# forwarding a domain.com/alias to another server on the network



## clive306 (Feb 15, 2010)

Hi All,

was hoping for a little help, sorry if this has already been answered in another topic.

basically a have built a freebsd box running apache to host a website. so currently i have port 80 setup to forward that box (lets say 192.168.1.20)

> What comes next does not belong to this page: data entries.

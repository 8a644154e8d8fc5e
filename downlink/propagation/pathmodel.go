package propagation

import "math"

// cloudLayerKm is the thickness of the layer that stands for cloud under 5°.
const cloudLayerKm = 2

// fill writes every part at a geometric elevation from the horizon to 90°, with the
// attenuation of gas already known. Under 0° rain, cloud and scintillation are those
// of 0°, which a note says.
func (m *pathModel) fill(into *[columns]float64, elDeg, gas, clearGas float64) {
	el := math.Max(0, elDeg)
	into[colGas], into[colClearGas] = gas, clearGas
	into[colCloud] = m.cloudZenith * cloudSlant(el)
	into[colRain], into[colScintillation] = 0, 0
	if m.rain != nil {
		into[colRain] = m.rain.attenuation(el, m.pPct)
	}
	if m.scintillation != nil {
		into[colScintillation] = m.fadeSquared(el)
	}
}

// direct evaluates everything at an elevation, rays traced.
func (m *pathModel) direct(elDeg float64) (v [columns]float64, err error) {
	gas, err := m.gas.direct(elDeg)
	if err != nil {
		return v, err
	}
	clearGas, err := m.clearGas.direct(elDeg)
	if err != nil {
		return v, err
	}
	m.fill(&v, elDeg, gas, clearGas)
	return v, nil
}

// fadeSquared returns the square of the scintillation fade at 0° to 90°.
func (m *pathModel) fadeSquared(elDeg float64) float64 {
	if elDeg >= 5 {
		return m.scintillation.fadeSquared(elDeg, m.pPct)
	}
	if m.low != nil {
		f := m.low.fade(elDeg)
		return f * f
	}
	return m.scintillation.continuedSquared(elDeg, m.pPct)
}

// continuedSquared continues fadeSquared under 5° with the mean of the two sines of
// equation (43) in place of the sine of step 7, in proportion so that it joins at 5°.
func (s scintillation) continuedSquared(elDeg, pPct float64) float64 {
	sinEl := math.Sin(radians(elDeg))
	g2 := averagingSquared(s.averagingArgument(sinEl))
	if g2 <= 0 {
		return 0
	}
	const sin5 = 0.087155742747658174 // sine of 5°
	scale := s.timeFactor(pPct) * s.reference() * math.Pow(flatSine(sin5)/(flatSine(sinEl)*sin5), 1.2)
	return scale * scale * g2
}

func flatSine(sinEl float64) float64 { return (math.Sqrt(sinEl*sinEl+flatSky) + sinEl) / 2 }

// cloudSlant returns the path through cloud in units of the vertical one.
func cloudSlant(elDeg float64) float64 {
	sinEl := math.Sin(radians(elDeg))
	if elDeg >= 5 {
		return 1 / sinEl
	}
	sin5 := math.Sin(radians(5))
	return curvedSlant(sinEl, cloudLayerKm) / curvedSlant(sin5, cloudLayerKm) / sin5
}

// breaks returns the elevations between the horizon and 90° between which every part
// of the path is smooth, in rising order.
func (m *pathModel) breaks() []float64 {
	b := []float64{m.horizon()}
	if m.horizon() < 0 {
		b = append(b, 0)
	}
	for _, c := range []*gasCurve{m.gas, m.clearGas} {
		if c.horizonDeg > m.horizon() && c.horizonDeg < 0 { // rays from under the horizontal begin
			b = append(b, c.horizonDeg)
		}
	}
	if m.low != nil {
		if el := m.low.transitionDeg(); el > 0 && el < 5 {
			b = append(b, el)
		}
	}
	b = append(b, 5)
	if m.scintillation != nil {
		if el := m.scintillation.averagedOutFrom(); el < 90 {
			b = append(b, el)
		}
	}
	if m.rain != nil {
		b = append(b, m.rain.kinks()...)
		if math.Abs(m.rain.site.latDeg) < 36 && m.pPct < 1 {
			b = append(b, 25)
		}
	}
	return sortedUnique(append(b, 60, 90)) // 60°: from here up the zenith's variable
}

// horizon is the lowest geometric elevation from which every part has a value.
func (m *pathModel) horizon() float64 { return math.Max(m.gas.lowestDeg(), m.clearGas.lowestDeg()) }

// kinks returns the elevations above 0° at which step 7 of P.618-14 §2.2.1.1 changes
// its branch.
func (r *rainPath) kinks() []float64 {
	if r.site.rainKm <= r.site.stationKm || r.site.rateMmH == 0 {
		return nil
	}
	var found []float64
	const step = 0.25
	for el := step; el < 90-step; el += step {
		low, high := el, el+step
		side := r.steep(low)
		if r.steep(high) == side {
			continue
		}
		for range 50 {
			if mid := (low + high) / 2; r.steep(mid) == side {
				low = mid
			} else {
				high = mid
			}
		}
		found = append(found, high)
	}
	return found
}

I have a web application on a windows box (sorry if this is classed as swearing on here) which also requires port 80 (lets say 192.168.1.30).

with having the freebsd box setup to handle all requests for port 80, is there any setup i can do within httpd.conf to allow me to forward the detault domain.com/secondsite to the ip of the windows box (192.168.1.30)?

if this isn't possible, what is the best way for me to acheive this.

many thanks in advance.

Clive.


----------



## Ruler2112 (Feb 15, 2010)

I know you can set up a virtual host in apache with /usr/local/etc/apache/extra/vhosts.conf to point requests to app.yoursite.com to a different directory on your BSD box, but do not know if you can point this to another box on your local network.  I do something like this to handle requests to the various domains on my box that don't have a site tied to them - I just forward the user with index.html to another.  Doing this (I think) would require the site you forward to be accessible from the internet.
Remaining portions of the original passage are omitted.